China's international tsunami warning center has opened, serving countries along the South China Sea border, oceanic officials announced Thursday.
The center, built and managed by China, monitors major earthquake subduction zones - where the Earth's plates converge - in the South China, Sulu and Sulawesi seas and provides uninterrupted warning services, said Wang Hua, a State Oceanic Administration (SOA) official.
The South China Sea region is prone to tsunamis and littoral countries have, until now, relied on services provided by American and Japanese warning centers.
Wang said the center was the result of practical maritime cooperation between countries around the South China Sea.
Yuan Ye, director of the National Tsunami Warning Center, said China is now capable of warning the public of a tsunami eight to ten minutes after an earthquake.
In 1897, a tsunami caused by an earthquake in the northern Sulu Sea killed more than 100 people.
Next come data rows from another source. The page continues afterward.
function Units({ report, duty }: { report: MonthlyReport; duty: DutyFormat }) {
  const { site, month, previousMonth: before } = report;
  return (
    <section aria-labelledby="units" className="keep">
      <h2 id="units">Cost of fouling by process unit</h2>
      <div>
        <table className="grid">
          <thead><tr><th scope="col">Unit</th><th scope="col" className="num">Exchangers</th><th scope="col" className="num">Per day, end of {before.label}</th><th scope="col" className="num">Per day, end of {month.label}</th><th scope="col" className="num">Duty lost</th></tr></thead>
          <tbody>
            {report.units.map((unit) => (
              <tr key={unit.code}><td>{unit.code} {unit.name}</td><td className="num">{unit.assets}</td><td className="num">{formatMoney(unit.previousCostPerDay, site.currency)}</td><td className="num">{formatMoney(unit.costPerDay, site.currency)}</td><td className="num">{duty.total(unit.dutyLossW)}</td></tr>
            ))}
            <tr className="total"><td>Site</td><td className="num">{report.assetCount}</td><td className="num">{formatMoney(report.totals.previousCostPerDay, site.currency)}</td><td className="num">{formatMoney(report.totals.costPerDay, site.currency)}</td><td className="num">{duty.total(report.totals.dutyLossW)}</td></tr>
          </tbody>
        </table>
        <CostChart
          title={`Cost of fouling per day by unit, end of ${month.label} and end of ${before.label}`}
          rows={report.units.map((unit) => ({ key: unit.code, label: unit.code, current: unit.costPerDay, previous: unit.previousCostPerDay }))}
          currency={site.currency}
          month={month.label}
          previousMonth={before.label}
        />
      </div>
    </section>
  );
}

function TopAssets({ report, duty }: { report: MonthlyReport; duty: DutyFormat }) {
  const { site, month, previousMonth: before } = report;
  if (report.topAssets.length === 0) return <section aria-labelledby="top"><h2 id="top">Exchangers costing most</h2><p className="subtle">No exchanger had a cost of fouling at the end of {month.label}.</p></section>;
  return (
    <section aria-labelledby="top">
      <h2 id="top">The {report.topAssets.length} exchangers costing most at the end of {month.label}</h2>
      <table className="grid">
        <thead>
          <tr><th scope="col" className="num">#</th><th scope="col">Exchanger</th><th scope="col">Condition</th><th scope="col" className="num">Cost per day</th><th scope="col" className="num">End of {before.label}</th><th scope="col" className="num">Duty lost</th><th scope="col" className="num">U % of clean</th></tr>
        </thead>
        <tbody>
          {report.topAssets.map((asset) => (
            <tr key={asset.tag}>
              <td className="num">{asset.rank}</td>
              <td><a href={`/assets/${encodeURIComponent(asset.tag)}`}>{asset.tag}</a> <span className="subtle">{asset.name} ({asset.unitCode})</span></td>
              <td><FleetStatusMark status={asset.status} /></td>
              <td className="num">{formatMoney(asset.costPerDay, site.currency)}</td>
              <td className="num">{formatMoney(asset.previousCostPerDay, site.currency)}</td>
              <td className="num">{asset.dutyLossW === null ? "—" : duty.total(asset.dutyLossW)}</td>
              <td className="num">{percent(asset.percentOfClean)}</td>
            </tr>
          ))}
        </tbody>
      </table>
      <CostChart
        title={`Cost of fouling per day of the ${report.topAssets.length} costliest exchangers, end of ${month.label} and end of ${before.label}`}
        rows={report.topAssets.map((asset) => ({ key: asset.tag, label: asset.tag, current: asset.costPerDay, previous: asset.previousCostPerDay }))}
        currency={site.currency}
        month={month.label}
        previousMonth={before.label}
      />
      <p className="basis">U % of clean: the observed U over the last seven days of usable data before the month end, against the clean-model U at the same flows.</p>
    </section>
  );
}
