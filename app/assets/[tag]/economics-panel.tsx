// Economics of one exchanger on its page: what fouling costs now and ahead, this cycle, and the best cleaning interval.
import type { Asset, Site } from "@/generated/prisma/client";
import type { EconomicsSummary } from "@/lib/planning/economics-summary";
import { formatQuantity, type UnitSystem } from "@/lib/present/display-units";
import { formatMoney, formatSignificant } from "@/lib/present/format";

const GJ = 1e9;

/** Which of the economic inputs come from the asset's register row and which from the site defaults. */
function source(assetValue: number | null): string {
  return assetValue === null ? "site default" : "this exchanger";
}

export function EconomicsPanel({ economics, reason, asset, site, system }: { economics: EconomicsSummary | null; reason: string | null; asset: Asset; site: Site; system: UnitSystem }) {
  if (!economics) {
    return (
      <section className="panel" aria-labelledby="economics-heading">
        <h3 id="economics-heading">Economics</h3>
        <p className="subtle">Cannot be costed yet: {reason ?? "no assessment"}.</p>
      </section>
    );
  }
  const money = (value: number) => formatMoney(value, economics.currency);
  const interval = economics.optimalInterval;
  const { inputs } = economics;
  return (
    <section className="panel" aria-labelledby="economics-heading">
      <h3 id="economics-heading">Economics</h3>
      <dl className="facts">
        <dt>Cost of fouling now</dt><dd><strong>{money(economics.costPerDay)} per day</strong> (energy {money(economics.energyCostPerDay)}, lost production {money(economics.lostProductionPerDay)})</dd>
        <dt>Extra fuel</dt><dd>{formatQuantity(system, "energy", economics.fuelGJPerDay * GJ, 3)} per day</dd>
        <dt>Extra CO₂</dt><dd>{formatSignificant(economics.co2TonnesPerDay, 3)} t per day</dd>
        <dt>This cycle so far</dt><dd>{money(economics.cycleCostToDate)} over {formatSignificant(economics.cycleAgeDays, 3)} days</dd>
      </dl>
      <table className="grid compact" aria-label="Projected cost of fouling without cleaning">
        <thead><tr><th scope="col">Without cleaning, in</th><th scope="col" className="num">Cost per day then</th><th scope="col" className="num">Cost from now to then</th></tr></thead>
        <tbody>
          {economics.projection.map((point) => (
            <tr key={point.daysFromNow}><td>{point.daysFromNow} days</td><td className="num">{money(point.costPerDay)}</td><td className="num">{money(point.costFromNow)}</td></tr>
          ))}
        </tbody>
      </table>
      <h4>Optimal cleaning interval</h4>
      <p>
        {interval.status === "optimum" ? (
          <><strong>{formatSignificant(interval.intervalDays, 3)} days</strong> in service between cleanings, averaging {money(interval.averageCostPerDay)} per day.</>
        ) : interval.status === "no-optimum-within-maximum" ? (
          <>No optimum within {formatSignificant(interval.intervalDays, 3)} days: at this fouling rate a cleaning does not pay for itself within the longest cycle considered.</>
        ) : (
          <>At the shortest cycle considered ({formatSignificant(interval.intervalDays, 3)} days): fouling costs more right after a cleaning than the average over a cycle.</>
        )}
      </p>
      <p className="subtle">
        The interval minimises the average cost per day over a cycle: cleaning cost plus fouling cost, divided by the cycle length (service days plus {formatSignificant(interval.downtimeDays, 2)} days out).
      </p>
      <details>
        <summary>Inputs used</summary>
        <table className="grid compact">
          <thead><tr><th scope="col">Input</th><th scope="col" className="num">Value</th><th scope="col">From</th></tr></thead>
          <tbody>
            <tr><td>Fuel price</td><td className="num">{formatSignificant(inputs.fuelPricePerGJ, 3)} {economics.currency}/GJ</td><td>{source(asset.fuelPriceCentsPerGJ)}</td></tr>
            <tr><td>Furnace efficiency</td><td className="num">{formatSignificant(inputs.heaterEfficiency * 100, 3)} %</td><td>{source(asset.furnaceEfficiency)}</td></tr>
            <tr><td>CO₂ per GJ of fuel</td><td className="num">{formatSignificant(inputs.co2KgPerGJFuel, 3)} kg</td><td>{source(asset.co2KgPerGJ)}</td></tr>
            <tr><td>CO₂ price</td><td className="num">{formatSignificant(inputs.co2PricePerTonne, 3)} {economics.currency}/t</td><td>{source(asset.co2PriceCentsPerTonne)}</td></tr>
            <tr><td>Cleaning cost</td><td className="num">{money(inputs.cleaningCost)}</td><td>{source(asset.cleaningCostCents)}</td></tr>
            <tr><td>Outage per cleaning</td><td className="num">{formatSignificant(inputs.outageDays, 2)} days</td><td>{source(asset.cleaningOutageDays)}</td></tr>
            <tr><td>Lost production while limited or out</td><td className="num">{money(inputs.lostProductionPerDay)} per day</td><td>{source(asset.lostProductionCentsPerDay)}</td></tr>
            <tr><td>Cost of one cleaning, outage included</td><td className="num">{money(economics.cleaningEventCost)}</td><td>computed</td></tr>
          </tbody>
        </table>
        <p className="subtle">Site defaults belong to {site.name}; an exchanger&apos;s own values are set in its register entry.</p>
      </details>
    </section>
  );
}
An earthquake of 8.0-magnitude in the Sulawesi Sea in 1976 resulted in nearly 8,000 deaths in the Philippines.
More than 80 percent of tsunamis occur in the Pacific.
Numerical simulation shows that if an 8.5-magnitude earthquake hit the Manila Trench in the north, the tsunami it triggers would have a severe effect on the Philippines, Vietnam, Malaysia, Brunei and south China's coastal areas, said Yu Fujiang, director of the National Marine Environmental Forecasting Center.